When EDA is Appropriate
- Multiple systems need to be notified of a single event (new order → inventory + notification + analytics)
- Processing takes time and blocking HTTP request is inefficient
- Peak load that needs to be smoothed through a queue
- Audit and change history requirements
- Integration with external systems via webhooks or CDC
Event Structure
interface DomainEvent<T = unknown> {
id: string; // UUID — for idempotency
type: string; // 'user.registered', 'order.placed'
version: string; // '1.0' — for schema evolution
source: string; // 'order-service'
correlationId: string; // end-to-end ID across all services
causationId?: string; // ID of the event that caused this
occurredAt: string; // ISO 8601
data: T;
}
// Concrete event
interface OrderPlacedEvent extends DomainEvent<{
orderId: string;
customerId: string;
items: Array<{ productId: string; quantity: number; price: number }>;
total: number;
shippingAddress: Address;
}> {
type: 'order.placed';
}
Apache Kafka — Primary Broker for EDA
import { Kafka, Partitioners } from 'kafkajs';
const kafka = new Kafka({
clientId: 'order-service',
brokers: process.env.KAFKA_BROKERS.split(',')
});
// Producer
const producer = kafka.producer({
createPartitioner: Partitioners.LegacyPartitioner
});
async function publishOrderPlaced(order: Order): Promise<void> {
await producer.send({
topic: 'order.events',
messages: [{
key: order.id, // partition by order ID
value: JSON.stringify({
id: uuidv4(),
type: 'order.placed',
version: '1.0',
source: 'order-service',
correlationId: context.correlationId,
occurredAt: new Date().toISOString(),
data: {
orderId: order.id,
customerId: order.customerId,
items: order.items,
total: order.total
}
} satisfies OrderPlacedEvent),
headers: {
'content-type': 'application/json',
'schema-version': '1.0'
}
}]
});
}
// Consumer — Inventory Service
const consumer = kafka.consumer({ groupId: 'inventory-service' });
await consumer.subscribe({ topics: ['order.events'], fromBeginning: false });
await consumer.run({
eachMessage: async ({ topic, partition, message }) => {
const event = JSON.parse(message.value.toString()) as DomainEvent;
// Idempotency: check if we've already processed this event
const processed = await idempotencyRepo.exists(event.id);
if (processed) return;
try {
if (event.type === 'order.placed') {
await inventoryService.reserveStock(event.data.orderId, event.data.items);
}
await idempotencyRepo.mark(event.id);
} catch (error) {
// Publish to Dead Letter Topic for analysis
await deadLetterProducer.send({
topic: 'order.events.dlq',
messages: [{
value: message.value,
headers: { 'failure-reason': error.message }
}]
});
}
}
});
Outbox Pattern — Guaranteed Delivery
Naive approach: save to database then publish to Kafka—risks losing the event if failure occurs between steps. Correct approach: Transactional Outbox:
// Within a single database transaction
async function createOrder(dto: CreateOrderDto): Promise<Order> {
return db.transaction(async (trx) => {
// 1. Save order
const order = await trx('orders').insert({ ...orderData }).returning('*');
// 2. Save event to outbox table (in the same transaction!)

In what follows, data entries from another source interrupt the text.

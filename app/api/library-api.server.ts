/**
 * REST handlers for /api/v1/steps, /api/v1/mechanisms and /api/v1/species. Each takes the
 * database, the calling actor and the request, and returns a Response; the route modules
 * only find the actor. Errors use the one body shape {"error":{"code","message","fields"}}.
 *
 * Pagination: list endpoints return {"items": [...], "nextCursor": "…" | null}; pass
 * `cursor` to get the next page (opaque; `limit` 1–200, default 50).
 * Concurrency: GET of a step or mechanism returns an ETag naming its version; saves carry
 * `baseVersion` (or an If-Match header with that ETag); a stale one gets 409 and nothing is written.
 */
import type { Knex } from "knex";
import { z } from "zod";
import { apiError } from "./errors.server";
import { JSON_BODY_LIMIT_BYTES, jsonResponse, readJsonBody } from "./json-request.server";
import { parseQuery } from "./query.server";
import { Forbidden, type Actor } from "../auth/policy.server";
import { ConflictError, InputError, NotFoundError } from "../../db/access/library-errors";
import {
  addStepComment,
  createStep,
  editStep,
  getStep,
  getStepVersion,
  listStepVersions,
  proposeStep,
  searchSteps,
} from "../../db/access/steps.server";
import {
  createMechanism,
  deleteMechanism,
  diffAgainstParent,
  diffVersions,
  exportMechanism,
  forkMechanism,
  getMechanism,
  importMechanism,
  IMPORT_LIMIT_BYTES,
  listMechanismVersions,
  listMechanisms,
  updateMechanism,
} from "../../db/access/mechanisms.server";
import { createSpecies, getSpecies, listSpecies } from "../../db/access/species.server";
import { isLockConflict } from "../../db/access/transactions.server";
import { mechanismToText } from "../../solver/exchange-format";
import { SOURCE_TYPES, STEP_STATUSES } from "../components/library/step-schema";
import { notifyFork, notifyProposal } from "./library-mail.server";
import { reviewAndNotify } from "./review-mail.server";

/** Maps data-layer errors to API responses; rethrows anything else. */
export function apiFailure(e: unknown): Response {
  if (e instanceof Response) return e;
  if (e instanceof InputError) {
    const fields = Object.keys(e.fields).length ? e.fields : undefined;
    return apiError(400, "invalid_input", e.message, fields);
  }
  if (e instanceof NotFoundError) return apiError(404, "not_found", e.message);
  if (e instanceof ConflictError) {
    return apiError(409, "version_conflict", e.message, {
      baseVersion: `The current version is ${e.latest.version} (by ${e.latest.author ?? "someone"} at ${e.latest.at}: "${e.latest.message}").`,
    });
  }
  if (e instanceof Forbidden) return apiError(e.signedIn ? 403 : 401, e.signedIn ? "forbidden" : "unauthorized", e.message);
  if (isLockConflict(e)) {
    return apiError(503, "busy", "Other saves held the same rows and this one was not stored; send it again.", undefined, { "Retry-After": "1" });
  }
  throw e;
}

async function guard(run: () => Promise<Response>): Promise<Response> {
  try {
    return await run();
  } catch (e) {
    return apiFailure(e);
  }
}

function idParam(raw: string | undefined, what = "id"): number {
  const n = Number(raw);
  if (!Number.isInteger(n) || n <= 0) throw new NotFoundError(`"${raw}" is not a valid ${what}.`);
  return n;
}

async function body(request: Request, limit?: number): Promise<unknown> {
  const b = await readJsonBody(request, limit);
  if (!b.ok) throw b.response;
  return b.value;
}

// ---------------------------------------------------------------- query schemas (also in the OpenAPI description)

export const StepSearchParams = z.strictObject({
  q: z.string().max(200).optional().meta({ description: "Words to look for (typo-tolerant) in labels, species, formulas, tags, method, citation, notes." }),
  status: z.array(z.enum(STEP_STATUSES)).optional().meta({ description: "Comma-separated statuses." }),
  molecularity: z.array(z.coerce.number().min(0).max(3)).optional(),
  source: z.array(z.enum(SOURCE_TYPES)).optional(),
  tag: z.array(z.string().max(100)).optional(),
  tmin: z.coerce.number().positive().optional().meta({ description: "K: only steps valid from at least this low." }),
  tmax: z.coerce.number().positive().optional().meta({ description: "K: only steps valid up to at least this high." }),
  T: z.coerce.number().positive().max(5000).optional().meta({ description: "K: temperature for the reported k (default 298.15)." }),
  mine: z.enum(["1", "true"]).optional(),
  cursor: z.string().max(500).optional(),
  limit: z.coerce.number().int().min(1).max(200).optional(),
});

// ---------------------------------------------------------------- steps

export function stepsList(db: Knex, actor: Actor, request: Request): Promise<Response> {
  return guard(async () => {
    const p = parseQuery(StepSearchParams, new URL(request.url), ["status", "molecularity", "source", "tag"]);
    const r = await searchSteps(db, actor, {
      q: p.q,
      status: p.status,
      molecularity: p.molecularity,
      source: p.source,
      tags: p.tag,
      tmin: p.tmin,
      tmax: p.tmax,
      T: p.T,
      mine: !!p.mine,
      cursor: p.cursor,
      limit: p.limit,
    });
    return jsonResponse({ items: r.items, nextCursor: r.nextCursor });
  });
}

export function stepsCreate(db: Knex, actor: Actor, request: Request): Promise<Response> {
  return guard(async () => {
    const r = await createStep(db, actor, await body(request));
    return jsonResponse(r, { status: 201, headers: { Location: `/api/v1/steps/${r.stepId}`, ETag: `"step-${r.stepId}-v1"` } });
  });
}

function stepJson(d: Awaited<ReturnType<typeof getStep>>) {
  return {
    id: d.step.id,
    owner: { id: d.step.owner_id, name: d.step.owner_name },
    status: d.version.status,
    version: d.version.number,
    versionId: d.version.id,
    label: d.version.label,
    step: d.version.content,
    kineticsSI: d.version.kinetics,
    display: { energyUnit: d.version.energy_unit, entropyUnit: d.version.entropy_unit, temperatureUnit: d.version.temperature_unit },
    derived: { dG298_J_per_mol: d.version.dg298, Ea298_J_per_mol: d.version.ea298 },
    replacedByStepId: d.version.replaced_by_step_id,
    species: Object.fromEntries([...d.species].map(([id, s]) => [`s${id}`, s])),
    reviews: d.reviews,
    whereUsed: d.whereUsed,
  };
}

export function stepGet(db: Knex, actor: Actor, request: Request, rawId: string | undefined): Promise<Response> {
  return guard(async () => {
    const d = await getStep(db, actor, idParam(rawId));
    const etag = `"step-${d.step.id}-v${d.version.number}"`;
    if (request.headers.get("If-None-Match") === etag) return new Response(null, { status: 304, headers: { ETag: etag } });
    return jsonResponse(stepJson(d), { headers: { ETag: etag } });
  });
}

await trx('outbox_events').insert({
id: uuidv4(),
aggregate_id: order.id,
event_type: 'order.placed',
payload: JSON.stringify(orderPlacedEvent),
status: 'pending',
created_at: new Date()
});
return order;
});
}
A separate Outbox Poller reads pending events and publishes them to Kafka:
// Cron job or background worker
async function processOutbox(): Promise<void> {
const events = await db('outbox_events')
.where({ status: 'pending' })
.orderBy('created_at')
.limit(100)
.forUpdate()
.skipLocked();
for (const event of events) {
try {
await kafka.producer.send({
topic: getTopicForEventType(event.event_type),
messages: [{ key: event.aggregate_id, value: event.payload }]
});
await db('outbox_events')
.where({ id: event.id })
.update({ status: 'published', published_at: new Date() });
} catch {
await db('outbox_events')
.where({ id: event.id })
.update({ retry_count: db.raw('retry_count + 1') });
}
}
}
Alternative — Debezium CDC: reads PostgreSQL WAL and publishes changes to Kafka without additional code.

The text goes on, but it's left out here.